Mohottala, S. orcid.org/0000-0002-6196-2161, Gawesha, A. orcid.org/0000-0001-8946-5629, Kasthurirathna, D. orcid.org/0000-0001-8820-9033 et al. (2 more authors) (2025) Spatio-temporal graph neural network based child action recognition using data-efficient methods: A systematic analysis. Computer Vision and Image Understanding, 259. 104410. ISSN 1077-3142
Abstract
This paper presents implementations on child activity recognition (CAR) using spatial–temporal graph neural network (ST-GNN)-based deep learning models with the skeleton modality. Prior implementations in this domain have predominantly utilized CNN, LSTM, and other methods, despite the superior performance potential of graph neural networks. To the best of our knowledge, this study is the first to use an ST-GNN model for child activity recognition employing both in-the-lab, in-the-wild, and in-the-deployment skeleton data. To overcome the challenges posed by small publicly available child action datasets, transfer learning methods such as feature extraction and fine-tuning were applied to enhance model performance.
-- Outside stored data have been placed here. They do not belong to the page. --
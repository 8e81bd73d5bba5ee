"""Whose pixel size counts, and what happens when two do not agree. R goes with pixel size to the power -3."""

import math

import numpy as np
import pytest
from hypothesis import given
from hypothesis import strategies as st

from vasohm.errors import ScaleError
from vasohm.flags import Flag
from vasohm.image.calibrate import ScaledImage, ScaleSettings, TypedScale, calibrate
from vasohm.image.disc import OpticDisc
from vasohm.image.eye import Eye, EyeSettings
from vasohm.image.read import RawImage

NOTHING = TypedScale(None, None)
NO_EYE = EyeSettings("none", None, None, 24.0)
DISC = OpticDisc(40.0, 50.0, 90.0, "sheet", 1.0)  # 180 px wide
sizes_um = st.floats(0.001, 1000)
BY_TWO_PER_CENT = 0.02  # the contract's limit for a file that contradicts a person


def raw(file_um: float | None = None, source: str = "ome", notes: tuple[str, ...] = ()) -> RawImage:
    said = source if file_um is not None else ""
    return RawImage(np.zeros((2, 2), np.uint8), 255.0, "", file_um, said, notes, Flag.ORIENTATION_TAG)


def study(size_um: float | None = None, se_um: float | None = None, conflict: str = "stop") -> ScaleSettings:
    return ScaleSettings(size_um, se_um, conflict, NO_EYE, None, None)  # type: ignore[arg-type]


def by_disc(size_um: float | None = None, disc_se_um: float | None = None) -> ScaleSettings:
    return ScaleSettings(size_um, None, "stop", NO_EYE, 1800.0, disc_se_um)


def told(scaled: ScaledImage) -> tuple[float, str]:
    return scaled.pixel_size_um, scaled.pixel_size_source


def test_the_sheet_wins_over_the_study_and_both_over_the_file() -> None:
    """A person who typed a size for this very image knows best."""
    assert told(calibrate(raw(7.0), TypedScale(7.01, None), study(7.02))) == (7.01, "sheet")
    assert told(calibrate(raw(7.0), NOTHING, study(7.02))) == (7.02, "study")
    assert told(calibrate(raw(7.0), NOTHING, study())) == (7.0, "ome")
    assert told(calibrate(raw(7.0, "imagej"), NOTHING, study())) == (7.0, "imagej")


def test_no_size_anywhere_says_where_it_was_looked_for() -> None:
    """A guessed size would be wrong without a word; ignored dots per inch are told, since people expect them."""
    with pytest.raises(ScaleError, match=r"no pixel size found \(looked in the image sheet.*72 dpi: ignored"):
        calibrate(raw(notes=("file says 72 dpi: ignored",)), NOTHING, study())


@given(typed=sizes_um, ratio=st.floats(0.5, 2.0))
def test_a_file_that_contradicts_a_person_stops_the_image(typed: float, ratio: float) -> None:
    """A slip of units or binning shows exactly here; two per cent are rounding and calibration."""
    file = raw(typed * ratio)
    apart = abs(file.file_pixel_size_um / typed - 1)
    for sheet, settings in ((TypedScale(typed, None), study()), (NOTHING, study(typed))):
        if apart <= BY_TWO_PER_CENT:
            assert calibrate(file, sheet, settings).pixel_size_um == typed
        else:
            with pytest.raises(ScaleError, match=r"pixel_size_um = .* the file itself says .* \(ome\)"):
                calibrate(file, sheet, settings)


def test_a_study_may_let_the_typed_size_win_and_the_image_is_flagged() -> None:
    scaled = calibrate(raw(14.0), TypedScale(7.0, 0.1), study(conflict="sheet"))
    assert told(scaled) == (7.0, "sheet")
    assert scaled.flags == Flag.SCALE_CONFLICT


UNCERTAINTIES = {
    "of the sheet": (TypedScale(7.0, 0.2), study(7.5, 0.3), 0.2),
    "of the sheet, for the study's size": (TypedScale(None, 0.2), study(7.5, 0.3), 0.2),
    "of the study's own size": (NOTHING, study(7.5, 0.3), 0.3),
    "of the study, for whatever size an image has": (TypedScale(7.0, None), study(None, 0.3), 0.3),
    "of another size than the sheet's": (TypedScale(7.0, None), study(7.5, 0.3), None),
    "of nobody": (TypedScale(7.0, None), study(), None),
    "zero, which means exactly known": (TypedScale(7.0, 0.0), study(), 0.0),
}


@pytest.mark.parametrize("name", UNCERTAINTIES)
def test_uncertainty(name: str) -> None:
    """An uncertainty told for another size is none of this one; unknown is NaN with a flag, never zero."""
    typed, settings, expected_um = UNCERTAINTIES[name]
    scaled = calibrate(raw(), typed, settings)
    if expected_um is None:
        assert math.isnan(scaled.pixel_size_se_um)
        assert scaled.flags == Flag.PIXEL_SIZE_SE_UNKNOWN
    else:
        assert scaled.pixel_size_se_um == expected_um
        assert scaled.flags == Flag.NONE


@pytest.mark.parametrize("size_um", [0.0, -7.0, 1e-9, 9.9e-4, 1001.0, 1e9, math.inf, math.nan])
def test_sizes_out_of_range_name_the_usual_causes(size_um: float) -> None:
    """Millimetres for micrometres is a factor of a thousand in size and of 10^9 in resistance."""
    for file, sheet, settings in (
        (raw(), TypedScale(size_um, None), study()),
        (raw(), NOTHING, study(size_um)),
        (raw(size_um), NOTHING, study()),
    ):
        with pytest.raises(ScaleError, match=r"outside 0\.001 to 1000 um\. Usual causes: millimetres"):
            calibrate(file, sheet, settings)


@pytest.mark.parametrize("se_um", [-0.1, 7.0, 8.0, math.inf])
def test_uncertainties_that_cannot_be_are_refused(se_um: float) -> None:
    with pytest.raises(ScaleError, match="not between 0 and the pixel size"):
        calibrate(raw(), TypedScale(7.0, se_um), study())


def test_a_declared_disc_gives_a_size_where_nothing_else_does() -> None:
    """A disc differs between people by about 9 % in diameter (Girkin et al. 2011: 15 to 21 % in area), 27 % in R."""
    found = calibrate(raw(), NOTHING, by_disc(), disc=DISC)
    assert told(found) == (10.0, "disc")
    assert found.pixel_size_se_um == pytest.approx(0.9)
    assert found.flags == Flag.SCALE_FROM_DISC
    assert found.notes == ("pixel size 10 um: an optic disc of 180 px across (sheet) was taken for 1800 um.",)
    assert calibrate(raw(), NOTHING, by_disc(disc_se_um=90.0), disc=DISC).pixel_size_se_um == pytest.approx(0.5)


def test_a_disc_never_stands_above_a_told_size_nor_counts_undeclared() -> None:
    assert told(calibrate(raw(7.0), NOTHING, by_disc(), disc=DISC)) == (7.0, "ome")
    assert told(calibrate(raw(), TypedScale(7.0, None), by_disc(), disc=DISC)) == (7.0, "sheet")
    assert told(calibrate(raw(), NOTHING, by_disc(6.0), disc=DISC)) == (6.0, "study")
    with pytest.raises(ScaleError, match="no pixel size found"):
        calibrate(raw(), NOTHING, study(), disc=DISC)
    with pytest.raises(ScaleError, match=r"no pixel size found .*; no optic disc is known either\)"):
        calibrate(raw(), NOTHING, by_disc())


def test_a_size_from_a_disc_is_not_corrected_for_the_eye_again() -> None:
    """The disc is seen through the same eye as the vessels: its magnification is in the size already."""
    settings = ScaleSettings(None, None, "stop", EyeSettings("bennett", None, None, 24.0), 1800.0, None)
    found = calibrate(raw(), TypedScale(None, None, Eye(28.0)), settings, disc=DISC)
    assert told(found) == (10.0, "disc")
    assert found.magnification is None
As a principal contribution, we developed an ST-GNN-based skeleton modality model that, despite using a relatively small child action dataset, achieved superior performance (94.81%) compared to implementations trained on a significantly larger (x10) adult action dataset (90.6%) for a similar subset of actions. With ST-GCN-based feature extraction and fine-tuning methods, accuracy improved by 10%–40% compared to vanilla implementations, achieving a maximum accuracy of 94.81%. Additionally, implementations with other ST-GNN models demonstrated further accuracy improvements of 15%–45% over the ST-GCN baseline.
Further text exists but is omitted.